Quickly Identify Keywords
By filtering out unnecessary words and displaying only the most common terms in a visually appealing manner, word clouds allow users to quickly identify keywords that are relevant to their search query or project objectives.
Creates Aesthetic Visuals
Word clouds are an aesthetically pleasing way to present data in a way that looks visually appealing without sacrificing accuracy or readability. This makes them great for presentations or online content that requires visual appeal for maximum impact on viewers.
Affordable & Easy To Set Up
Setting up a word cloud is relatively easy and affordable compared to other types of data visualization tools. Many online tools allow users to quickly set up word clouds with minimal effort required, making them ideal for those who don’t want to invest too much time or money into creating visuals from their data sets.
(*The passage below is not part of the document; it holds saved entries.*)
def test_the_server_binds_the_loopback_interface_only(server):
    assert server.server_address[0] == "127.0.0.1"
    assert server.url.startswith(f"http://127.0.0.1:{server.port}/?token=")
    assert len(server.token) >= 32  # 24 random bytes, URL-safe


@pytest.mark.parametrize("path", ["/", "/page.js", "/page.css", "/api/start"])
def test_a_request_without_the_token_or_with_a_wrong_one_is_refused(server, path):
    assert ask(server, "GET", path, token=None)[0] == 403
    assert ask(server, "GET", path, token="not-the-token")[0] == 403
    assert ask(server, "GET", f"{path}?token=not-the-token", token=None)[0] == 403
    assert ask(server, "GET", f"{path}?token={server.token}", token=None)[0] in (200,)


def test_a_foreign_host_header_is_refused(server):
    # a rebinding attack reaches 127.0.0.1 under its own name, which the browser sends as Host
    for host in ("evil.example", f"evil.example:{server.port}", "127.0.0.1", f"127.0.0.1:{server.port + 1}"):
        status, _, body = ask(server, "GET", "/api/start", headers={"Host": host})
        assert status == 403 and b"Host" in body, host
    assert ask(server, "GET", "/api/start", headers={"Host": f"localhost:{server.port}"})[0] == 200


def test_a_request_from_another_origin_is_refused(server):
    for origin in ("http://evil.example", f"http://127.0.0.1:{server.port + 1}", "null"):
        status, _, body = ask(server, "POST", "/api/figures", {"seq": 1}, headers={"Origin": origin})
        assert status == 403 and b"origin" in body, origin
    status, _, _ = ask(server, "POST", "/api/check", {}, headers={"Origin": f"http://127.0.0.1:{server.port}"})
    assert status == 200
    assert ask(server, "GET", "/api/start", headers={"Sec-Fetch-Site": "cross-site"})[0] == 403


def test_the_page_loads_nothing_from_elsewhere(server):
    status, headers, body = ask(server, "GET", "/")
    assert status == 200
    csp = headers["Content-Security-Policy"]
    assert "default-src 'none'" in csp and "script-src 'self'" in csp and "connect-src 'self'" in csp
    text = body.decode()
    assert "http://" not in text and "https://" not in text and "//" not in text.replace("://", "")
    assert server.token in text  # its own files are fetched with the token
    for name in ("page.js", "page.css"):
        status, _, body = ask(server, "GET", f"/{name}")
        assert status == 200 and b"http://" not in body and b"https://" not in body


def test_malformed_and_out_of_range_settings_get_a_clear_message_not_a_500(server):
    cases = [
        (b"not json", "not JSON"),
        (b"[1, 2]", "JSON object"),
        ({"seq": "one"}, "seq must be a whole number"),
        ({"seq": 1, "values": [1]}, "values must be an object"),
        ({"seq": 1, "values": {"mask": {"triad_pitch": 99}}}, "triad_pitch must be between 1.5 and 64"),
        ({"seq": 1, "values": {"mask": {"triad_pich": 3}}}, "did you mean 'triad_pitch'"),
        ({"seq": 1, "values": {"mask": {"triad_pitch": "wide"}}}, "triad_pitch must be a number"),
        ({"seq": 1, "values": {"mask": {"scanlines": 3}}}, "scanlines must be true or false"),
        ({"seq": 1, "values": {"masks": {}}}, "unknown table or key 'masks'"),
        ({"seq": 1, "values": {"output": {"kernel": "cubc"}}}, "did you mean 'cubic'"),
        ({"seq": 1, "values": {"mask": {"triad_pitch": None}}}, "cannot leave it unset"),
    ]
    for body, words in cases:
        for path in ("/api/figures", "/api/view"):
            payload = body if isinstance(body, bytes) else {**body, "top": 0, "bottom": 9, "left": 0, "right": 9}
            status, _, out = ask(server, "POST", path, payload)
            assert status == 400, (path, body, out)
            assert words in json.loads(out)["error"], (path, body, out)
    conn = http.client.HTTPConnection("127.0.0.1", server.port, timeout=WAIT)
    try:  # a body too large is refused on its length, unread
        conn.putrequest("POST", "/api/view", skip_host=True)
        for k, v in (("Host", f"127.0.0.1:{server.port}"), ("X-Token", server.token),
                     ("Content-Length", str(2 << 20))):
            conn.putheader(k, v)
        conn.endheaders()
        assert conn.getresponse().status == 413
    finally:
        conn.close()
    assert ask(server, "GET", "/nowhere")[0] == 404
    assert ask(server, "PUT", "/api/save", {})[0] == 405


# --------------------------------------------------------------------------
# The controls are the loader's own settings


def test_every_preset_setting_has_a_control_grouped_by_its_table():
    from crtfilter.presets import settings_dict

    groups = controls(load_preset(START))
    shown = {g["table"]: [c["key"] for c in g["controls"]] for g in groups}
    expected = settings_dict(load_preset(START).settings, written_depth=False)
    assert shown == {t: list(keys) for t, keys in expected.items()}
    assert [g["heading"] for g in groups] == ["Source", "Size and output", "Mask", "Tone", "Glow"]


def test_each_range_a_control_offers_is_the_range_the_preset_loader_allows():
    # both ends load; a step beyond either end is refused by the loader itself
    for (table, key), (lo, hi) in RANGES.items():
        if (table, key) in {("output", "peak"), ("output", "scale")}:
            continue  # the peak's floor is the reference white, the scale's is open: below
        extra = {"output": {"range": "hdr"}} if table == "output" else {}
        for good in (lo, hi):
            settings_from_dict({**extra, table: {**extra.get(table, {}), key: good}})
        for bad in (lo - 0.01 * (hi - lo) - 1e-3, hi + 0.01 * (hi - lo) + 1e-3):
            with pytest.raises(Exception, match=key.split("_")[0] if table != "glow" else "glow"):
                settings_from_dict({**extra, table: {**extra.get(table, {}), key: bad}})
    settings_from_dict({"output": {"scale": 64}})
    for bad in (0, 64.5):
        with pytest.raises(Exception, match="scale"):
            settings_from_dict({"output": {"scale": bad}})
    settings_from_dict({"output": {"range": "hdr", "reference_white": 203, "peak": 10000}})
    with pytest.raises(Exception, match="peak must be between reference_white"):
        settings_from_dict({"output": {"range": "hdr", "reference_white": 203, "peak": 202}})


def test_numbers_typed_as_text_are_read_as_numbers_and_checked():
    start = load_preset(START)
    assert preset_from_values(start, {"mask": {"triad_pitch": " 4.5 "}}).settings.mask.triad_pitch == 4.5
    with pytest.raises(Exception, match="triad_pitch must be a number"):
        preset_from_values(start, {"mask": {"triad_pitch": "4,5"}})


# --------------------------------------------------------------------------
# Views, figures, and stale requests


def test_a_view_is_the_part_of_the_render_on_screen(server):
    from crtfilter.engine import render_codes
    from crtfilter.files import read_image

    values = {"mask": {"triad_pitch": 4.25, "phosphor_strength": 0.8}}
    head, part = view(server, values, (700, 1100, 1000, 1640))
    assert (head["top"], head["left"], head["rows"], head["columns"]) == (700, 1000, 400, 640)
    full = render_codes(read_image(SCENE).codes, preset_from_values(load_preset(START), values).settings).codes
    assert np.array_equal(part[..., :3], full[700:1100, 1000:1640])
    assert (part[..., 3] == 255).all()
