def scene_title():
    W, H = 640, 480
    c = Canvas(W, H)
    rng = np.random.default_rng(640480)
    hz = 300                     # the horizon, and the mirror line

    # dawn sky, and the same sky mirrored in a film of water on the salt
    sky = [NAVY, DBLUE, MAUVE, ROSE, ORANGE, YELLOW, PYELLOW]
    c.gradient_rows(0, hz, sky, steps=4)
    for _ in range(160):
        sx_, sy_ = int(rng.integers(0, W)), int(rng.integers(0, 110))
        if c.px[sy_, sx_] in (NAVY, DBLUE):
            c.px[sy_, sx_] = [LGREY, WHITE, PSKY][int(rng.integers(0, 3))]
    # the sun just clearing the horizon
    sun_x = 430
    warmer = {MAUVE: ROSE, ROSE: ORANGE, ORANGE: YELLOW, YELLOW: PYELLOW,
              DBLUE: MAUVE}
    up = c.yy < hz
    for r, lvl in [(150, 3), (110, 6), (76, 10)]:
        c.remap(up & c.ellipse_mask(sun_x, hz, r * 1.4, r), warmer,
                level=lvl)
    c.fill(up & c.disc_mask(sun_x, hz, 30), PYELLOW)
    c.fill(up & c.disc_mask(sun_x, hz, 26), WHITE)
    # thin clouds, lit from beneath
    for cx0, cy0, cw in [(30, 150, 220), (300, 120, 260), (470, 200, 160),
                         (90, 232, 180), (360, 250, 120)]:
        c.rect(cx0, cy0, cw, 2, MAUVE if cy0 < 200 else ROSE)
        c.rect(cx0 + 12, cy0 + 2, cw - 30, 1, ROSE if cy0 < 200 else ORANGE)
        c.rect(cx0 + 30, cy0 + 3, cw - 80, 1,
               ORANGE if cy0 < 200 else PYELLOW)
        c.rect(cx0 + 40, cy0 - 1, cw - 110, 1, MAUVE)

    # mesas and the Halven tower along the horizon
    for x0, x1, top in [(-40, 150, 282), (170, 236, 290), (250, 340, 284),
                        (520, 610, 288), (600, 700, 280)]:
        for xx in range(max(x0, 0), min(x1, W)):
            edge = min(xx - x0, x1 - 1 - xx)
            cliff = 10                       # a sheer cap, then scree
            if edge >= 26:
                t = top + int(hash01(xx // 3, top, 43) < 0.3)
            elif edge >= 22:
                t = top + (26 - edge) * 2
            else:
                t = top + 8 + int((22 - edge) * 0.45)
            t = min(t, hz - 1)
            c.rect(xx, t, 1, hz - t, PLUM)
            if edge >= 26:
                c.dot(xx, t, MAUVE)
                for sy in range(t + 3, min(t + cliff, hz), 3):
                    if hash01(xx // 4, sy, 44) < 0.5:
                        c.dot(xx, sy, MAUVE)
    tx = 96
    c.line([(tx, hz), (tx + 10, 214)], BLACK)
    c.line([(tx + 40, hz), (tx + 30, 214)], BLACK)
    for k in range(5):
        y0 = hz - k * 17
        xa, xb = tx + 2 * k, tx + 40 - 2 * k
        c.line([(xa, y0), (xb - 2, y0 - 17)], BLACK)
        c.line([(xb, y0), (xa + 2, y0 - 17)], BLACK)
    c.rect(tx + 2, 208, 36, 6, BLACK)
    c.rect(tx + 8, 190, 24, 18, BLACK)
    c.poly([(tx + 4, 190), (tx + 20, 178), (tx + 36, 190)], BLACK)
    c.rect(tx + 16, 195, 8, 7, YELLOW)
    c.rect(tx + 17, 196, 3, 3, PYELLOW)
    c.rect(tx + 19, 170, 2, 8, BLACK)
    c.rect(tx + 18, 166, 4, 4, YELLOW)
    c.disc(tx + 20, 168, 7, PYELLOW, level=4)
    c.rect(tx + 38, 170, 1, 38, BLACK)
    for i in range(22):
        hh = 8 - i // 4
        c.rect(tx + 39 + i, 171 + (8 - hh) // 2 + i // 8, 1, hh,
               RED if (i // 5) % 2 == 0 else WHITE)

    # the mirror: everything above the horizon, upside down, a shade deeper
    deeper = {PYELLOW: YELLOW, WHITE: PYELLOW, YELLOW: ORANGE,
              ORANGE: ROSE, ROSE: MAUVE, MAUVE: PLUM, DBLUE: NAVY,
              PLUM: NAVY, RED: DRED}
    n = H - hz
    c.px[hz:, :] = c.px[hz - 1:hz - 1 - n:-1, :]
    lut = np.arange(256, dtype=np.uint8)
    for a, b in deeper.items():
        lut[a] = b
    low = c.box_mask(0, hz, W, n)
    c.px[low & (c.bayer < 8)] = lut[c.px[low & (c.bayer < 8)]]
    # ripples and dry salt ridges break the reflection into bands
    for yy in range(hz + 2, H):
        d = yy - hz
        if hash01(yy, 0, 41) < 0.35:
            for xx in range(0, W, 1):
                if hash01(xx // (4 + d // 6), yy, 42) < 0.18:
                    c.px[yy, xx] = SALT if d > 60 else SAND
    c.rect(0, hz, W, 1, SALT)

    # the title
    logo = pad(logo_mask("SALTWREN", 6, gap=2), 8)
    lh, lw = logo.shape
    lx0, ly0 = (W - lw) // 2, 30
    shadow = np.zeros_like(logo)
    shadow[5:, 4:] = logo[:-5, :-4]
    c.stamp(lx0, ly0, outline_mask(logo | shadow, 2) | shadow, NAVY)
    c.stamp(lx0, ly0, shadow & ~logo, PLUM)
    c.stamp(lx0, ly0, outline_mask(logo, 1), BLACK)
    c.stamp(lx0, ly0, logo, SALT)
    rows = np.arange(lh)[:, None] + np.zeros((1, lw), dtype=int)
    # a teal band through the middle of every letter, and a lit top edge
    band = logo & (rows >= 8 + 6 * 4) & (rows < 8 + 6 * 5)
    c.stamp(lx0, ly0, band, TEAL)
    c.stamp(lx0, ly0, logo & (rows >= 8 + 6 * 5) & (rows < 8 + 6 * 5 + 2),
            DTEAL)
    c.stamp(lx0, ly0, logo & ~np.roll(logo, 1, 0), WHITE)
    lower = logo & (rows >= 8 + 6 * 7)
    yy_, xx_ = np.mgrid[0:lh, 0:lw]
    bay = BAYER4[(yy_ + ly0) % 4, (xx_ + lx0) % 4]
    c.stamp(lx0, ly0, lower & (bay < 8), SAND)
    c.stamp(lx0, ly0, logo & (rows >= 8 + 6 * 8), SAND)
    # a wren perched on the last letter
    c.blit(lx0 + lw - 40, ly0 - 10, WREN, scale=2)

    sub = "P O S T"
    sy_ = ly0 + lh + 4
    c.text_centered(W // 2, sy_, sub, NAVY, scale=3, shadow=None)
    c.text_centered(W // 2 - 1, sy_ - 1, sub, PYELLOW, scale=3)
    sw = text_width(sub, scale=3)
    for side in (-1, 1):
        x0 = W // 2 + side * (sw // 2 + 16)
        x1 = W // 2 + side * (sw // 2 + 110)
        c.rect(min(x0, x1), sy_ + 9, abs(x1 - x0), 2, PYELLOW)
        c.rect(min(x0, x1), sy_ + 11, abs(x1 - x0), 1, NAVY)
    c.text_centered(W // 2, sy_ + 30, "LETTERS AND PARCELS ACROSS THE PALE "
                    "FLATS", SALT, shadow=NAVY)

    # Imke sailing across the wet salt, mirrored in it
    deep = {PYELLOW: YELLOW, WHITE: PYELLOW, YELLOW: ORANGE, ORANGE: ROSE,
            ROSE: MAUVE, MAUVE: PLUM, DBLUE: NAVY, PLUM: NAVY, RED: DRED,
            SALT: SAND, SAND: OCHRE, BLUE: DBLUE, SKY: BLUE, TEAL: DTEAL,
            OCHRE: BROWN, LGREY: GREY, GREY: DGREY, DGREY: BLACK, CYAN: TEAL}
    ground = 404
    art_ = Canvas(W, H, 255)
    land_yacht(art_, 540, ground, [TEAL, SALT, OCHRE, RED, SALT, TEAL], k=2,
               flip=True)
    drawn = art_.px != 255
    c.px[drawn] = art_.px[drawn]
    n = H - ground
    mirror = np.zeros((H, W), dtype=bool)
    mirror[ground:] = drawn[ground - 1:ground - 1 - n:-1]
    src = np.zeros_like(c.px)
    src[ground:] = art_.px[ground - 1:ground - 1 - n:-1]
    lut = np.arange(256, dtype=np.uint8)
    for a_, b_ in deep.items():
        lut[a_] = b_
    ripple = hash01(c.yy, 0, 45) < 0.75
    put = mirror & ripple
    c.px[put] = lut[src[put]]
    c.rect(466, ground, 130, 1, SALT)
    for bx, by, upw in [(300, 190, True), (318, 200, False),
                        (286, 206, False), (560, 120, True)]:
        tern(c, bx, by, NAVY, upw)

    # the menu, written on a parcel tag
    tx0, ty0, tw, th = 224, 336, 192, 112
    tag = c.poly_mask([(tx0 + 18, ty0), (tx0 + tw, ty0), (tx0 + tw, ty0 + th),
                       (tx0 + 18, ty0 + th), (tx0, ty0 + th - 18),
                       (tx0, ty0 + 18)])
    shadow_tag = np.roll(np.roll(tag, 4, 0), 4, 1)
    c.fill(shadow_tag & ~tag, NAVY)
    c.fill(outline_mask(tag), BLACK)
    c.fill(tag, SALT)
    c.fill(tag & (c.xx >= tx0 + tw - 3), SAND)
    c.fill(tag & (c.yy >= ty0 + th - 3), SAND)
    c.disc(tx0 + 16, ty0 + th // 2, 6, BLACK)
    c.disc(tx0 + 16, ty0 + th // 2, 5, OCHRE)
    c.disc(tx0 + 16, ty0 + th // 2, 3, NAVY)
    c.line([(tx0 + 12, ty0 + th // 2), (tx0 - 30, ty0 + th // 2 + 40),
            (tx0 - 60, ty0 + th // 2 + 50)], OCHRE)
    c.line([(tx0 + 12, ty0 + th // 2 + 1), (tx0 - 30, ty0 + th // 2 + 41),
            (tx0 - 60, ty0 + th // 2 + 51)], BROWN)
    c.rect(tx0 + 34, ty0 + 8, tw - 44, 1, ROSE)
    c.text(tx0 + 34, ty0 + 12, "ROUTE BOOK", DRED)
    c.text(tx0 + tw - 10 - text_width("NO. 0417"), ty0 + 12, "NO. 0417",
           GREY)
    c.rect(tx0 + 34, ty0 + 22, tw - 44, 1, ROSE)
    items = ["SET SAIL", "LOGBOOK", "WORKSHOP", "SETTINGS"]
    for i, item in enumerate(items):
        y = ty0 + 30 + i * 19
        col = DBLUE if i == 0 else DBROWN
        c.text(tx0 + 52, y, item, col, scale=2)
    c.blit(tx0 + 32, ty0 + 31, WREN)
    c.rect(tx0 + 52, ty0 + 46, text_width(items[0], scale=2), 1, DBLUE)

    # small print along the bottom, in the 1x font
    c.rect(0, H - 14, W, 14, BLACK)
    c.rect(0, H - 14, W, 1, DGREY)
    c.text(8, H - 10, "WIND WEST 12, FALLING", LGREY)
    c.text_centered(W // 2, H - 10, "HALVEN TO OSKEL 41 KM", SALT)
    c.text(W - 8 - text_width("VERSION 0.9.4"), H - 10, "VERSION 0.9.4",
           GREY)
    return c

# --------------------------------------------------------------------------
# Test charts (true-colour, not limited to the game palette)
# --------------------------------------------------------------------------

def chart_grey_ramp():
    W, H = 320, 240
    img = np.zeros((H, W, 3), dtype=np.uint8)
    ramp = np.round(np.arange(W) * 255.0 / (W - 1)).astype(np.uint8)
    img[:H // 2] = ramp[None, :, None]
    step = np.arange(W) * 16 // W
    img[H // 2:] = (step * 17).astype(np.uint8)[None, :, None]
    return img


def chart_colour_bars():
    W, H = 320, 240
    img = np.zeros((H, W, 3), dtype=np.uint8)
    order = [(1, 1, 1), (1, 1, 0), (0, 1, 1), (0, 1, 0),
             (1, 0, 1), (1, 0, 0), (0, 0, 1), (0, 0, 0)]
    top = H * 2 // 3
    bw = W // 8
    for i, rgb in enumerate(order):
        img[:top, i * bw:(i + 1) * bw] = np.array(rgb) * 191
        img[top:, i * bw:(i + 1) * bw] = np.array(rgb) * 255
    return img


def chart_checker():
    W, H = 320, 240
    yy, xx = np.mgrid[0:H, 0:W]
    v = ((xx + yy) % 2).astype(np.uint8)
    # regions of 1-px vertical lines and 1-px horizontal lines
    for x0, y0, w, h, kind in [(16, 16, 96, 64, 'v'), (208, 16, 96, 64, 'h'),
                               (16, 160, 96, 64, 'h'), (208, 160, 96, 64, 'v'),
                               (128, 96, 64, 48, 'v')]:
        sub = (xx[y0:y0 + h, x0:x0 + w] if kind == 'v'
               else yy[y0:y0 + h, x0:x0 + w]) % 2
        v[y0:y0 + h, x0:x0 + w] = sub
    img = (v * 255).astype(np.uint8)
    return np.repeat(img[:, :, None], 3, axis=2)


def chart_fine_text():
    W, H = 320, 240
    img = np.zeros((H, W, 3), dtype=np.uint8)
    img[:] = (16, 16, 24)

    def put(x, y, s, rgb, font=FONT5X7):
        m = text_mask(s, font)
        h, w = m.shape
        w = min(w, W - x)
        img[y:y + h, x:x + w][m[:, :w]] = rgb

    white = (255, 255, 255)
    big, small = FONT5X7, FONT3X5
    lines = [
        ("THE QUICK BROWN FOX JUMPS OVER THE LAZY DOG", white, big),
        ("0123456789 +-=/*:.,!?()'#%&<>_", white, big),
        ("SALTWREN POST - LETTERS ACROSS THE PALE FLATS", white, big),
        ("THE QUICK BROWN FOX JUMPS OVER THE LAZY DOG 0123456789 +-=/*:.,!?()",
         white, small),
        ("WIND W 12  SAIL FULL  38 KM/H  WATER 3/5  PARCELS 1 OF 3",
         white, small),
        ("GREY TEXT: HALF BRIGHT LETTERS 128/255", (128, 128, 128), big),
        ("RED TEXT: THE GUST FLAG IS UP AT HALVEN", (255, 40, 40), big),
        ("GREEN TEXT: SAMPHIRE BY THE BRINE PONDS", (40, 255, 40), big),
        ("BLUE TEXT: DEEP WATER OFF OSKEL HARBOUR", (64, 96, 255), big),
        ("YELLOW TEXT: 14 SHELLS FOR THREE PARCELS", (255, 230, 40), big),
        ("CYAN TEXT: THE TEAL POND AT NOON", (40, 230, 255), big),
        ("MAGENTA TEXT: ROUTE BOOK NO. 0417", (255, 40, 220), big),
        ("SMALL RED: ABCDEFGHIJKLMNOPQRSTUVWXYZ 0123456789", (255, 64, 64),
         small),
        ("SMALL GREEN: ABCDEFGHIJKLMNOPQRSTUVWXYZ 0123456789", (64, 255, 64),
         small),
        ("SMALL BLUE: ABCDEFGHIJKLMNOPQRSTUVWXYZ 0123456789", (96, 128, 255),
         small),
    ]
    y = 6
    for s, rgb, font in lines:
        put(8, y, s, rgb, font)
        y += 11 if font is big else 8

    # light band with black text
    y += 4
    img[y:y + 30] = (232, 228, 216)
    black = (0, 0, 0)
    put(8, y + 4, "BLACK ON LIGHT: THE QUICK BROWN FOX 0123", black)
    put(8, y + 14, "BLACK ON LIGHT: SMALL 3X5 LETTERS AND DIGITS 0123456789",
        black, small)
    put(8, y + 21, "ABCDEFGHIJKLMNOPQRSTUVWXYZ +-=/*:.,!?", black, small)
    y += 36

    # neighbouring letters in different primaries, then white again
    rgb_cycle = [(255, 40, 40), (40, 255, 40), (64, 96, 255)]
    for i, ch in enumerate("RGBRGBRGB MIXED COLOUR LETTERS RGBRGBRGB"):
        put(8 + i * 6, y, ch, rgb_cycle[i % 3])
    put(8, y + 11, "WHITE: 1-PX STROKES ON A DARK GROUND", white)
    return img


# --------------------------------------------------------------------------

def save_png(rgb, path):
    rgb = np.ascontiguousarray(rgb, dtype=np.uint8)
    assert rgb.ndim == 3 and rgb.shape[2] == 3
    Image.fromarray(rgb, 'RGB').save(path, format='PNG', optimize=True)


def clip_pan():
    """A slow pan across the salt flats: 22 frames of 256x192, 3 pixels a frame.

    Frames only slide (no flashing): the animated sample for clips.
    """
    flats = scene_flats().to_rgb()
    return [flats[24:216, x:x + 256] for x in range(0, 64, 3)]
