def main():
    if not os.access(CLI, os.X_OK):
        print("no CLI at %s" % CLI)
        return 1
    cases = all_cases()
    started = time.monotonic()
    with concurrent.futures.ThreadPoolExecutor(max_workers=3) as pool:
        results = list(pool.map(lambda ic: run(*ic), enumerate(cases)))
    elapsed = time.monotonic() - started
    failed = 0
    slowest = max(range(len(cases)), key=lambda i: results[i][1])
    for i, (case, (problems, _)) in enumerate(zip(cases, results)):
        if not problems:
            continue
        failed += 1
        path = os.path.join(OUT_DIR, "failure-%d.json" % failed)
        with open(path, "wb") as f:
            f.write(case.data)
        shown = case.data.decode("utf-8", "backslashreplace")
        if len(shown) > 1500:
            shown = shown[:1500] + "... (%d bytes in all)" % len(case.data)
        print("FAIL %s %s [%s]: %s" % (case.command, case.base, case.what[:160], "; ".join(problems)))
        print("  reproduce: %s %s %s < %s" % (CLI, case.command, " ".join(["-"] + case.args), path))
        print("  input: %s" % shown)
    leftovers = [f for f in os.listdir(PDF_DIR)]
    if leftovers:
        failed += 1
        print("FAIL files left in %s: %s" % (PDF_DIR, ", ".join(leftovers[:10])))
    else:
        os.rmdir(PDF_DIR)
    shutil.rmtree(XDG, ignore_errors=True)
    print("seed %d, %d runs in %.1f s (slowest %.2f s: %s %s [%s])" % (
        SEED, len(cases), elapsed, results[slowest][1], cases[slowest].command, cases[slowest].base,
        cases[slowest].what[:160]))
    print("%d passed, %d failed" % (len(cases) - failed, failed))
    return 1 if failed else 0


if __name__ == "__main__":
    sys.exit(main())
Disadvantages of Word Clouds
May Not Be Accurate Representation Of Data
While word clouds do provide an aesthetically pleasing representation of selected terms within a given data set, they cannot accurately represent the full scope of the information contained within it due to their simplified nature – meaning that any conclusions drawn from these visuals should be taken with a grain of salt until confirmed by further analysis.
Reduced Readability
Since the sizes of words displayed in a word cloud are determined by frequency rather than grammar rules, it can be difficult for readers to parse out individual words without enough context surrounding them which can lead to difficulties in understanding what is being presented – particularly when trying to spot patterns within dense data sets with multiple terms involved.
Not Customizable Enough For Complex Projects
Although word clouds are great for quickly presenting basic information in an attractive visual format, they may not be detailed enough when working on more complex projects as there aren’t many options available when it comes to customization or formatting features offered with most available services or software programs – like changing colours/backgrounds/fonts etc., which could limit its effectiveness depending on the type project being worked on or result desired from the visualization process.
What Is The Best Word Cloud Generator?
We’ve got a little bias here at Speak AI that our software is the best word cloud generator, but to help guide you on our journey we’ve also created a list of the best word cloud generator software so your data visualization journey is as successful as possible!
Use Our Free Speak Word Cloud Generator Tool!
Word clouds can offer businesses several advantages when used correctly including providing an easy-to-interpret visual representation of text-based data sets as well as identifying common keywords quickly and creating aesthetically pleasing visuals for presentations or online content purposes.
However, there are several drawbacks that need to be considered before using this tool such as reduced accuracy due to oversimplification and limited customization options which could limit its effectiveness depending on the project’s requirements or desired outcome from the visualization process.
As with any tool or technique used in business applications, understanding all potential advantages and disadvantages is key – so consider carefully before deciding if this tool is right for you and your business needs!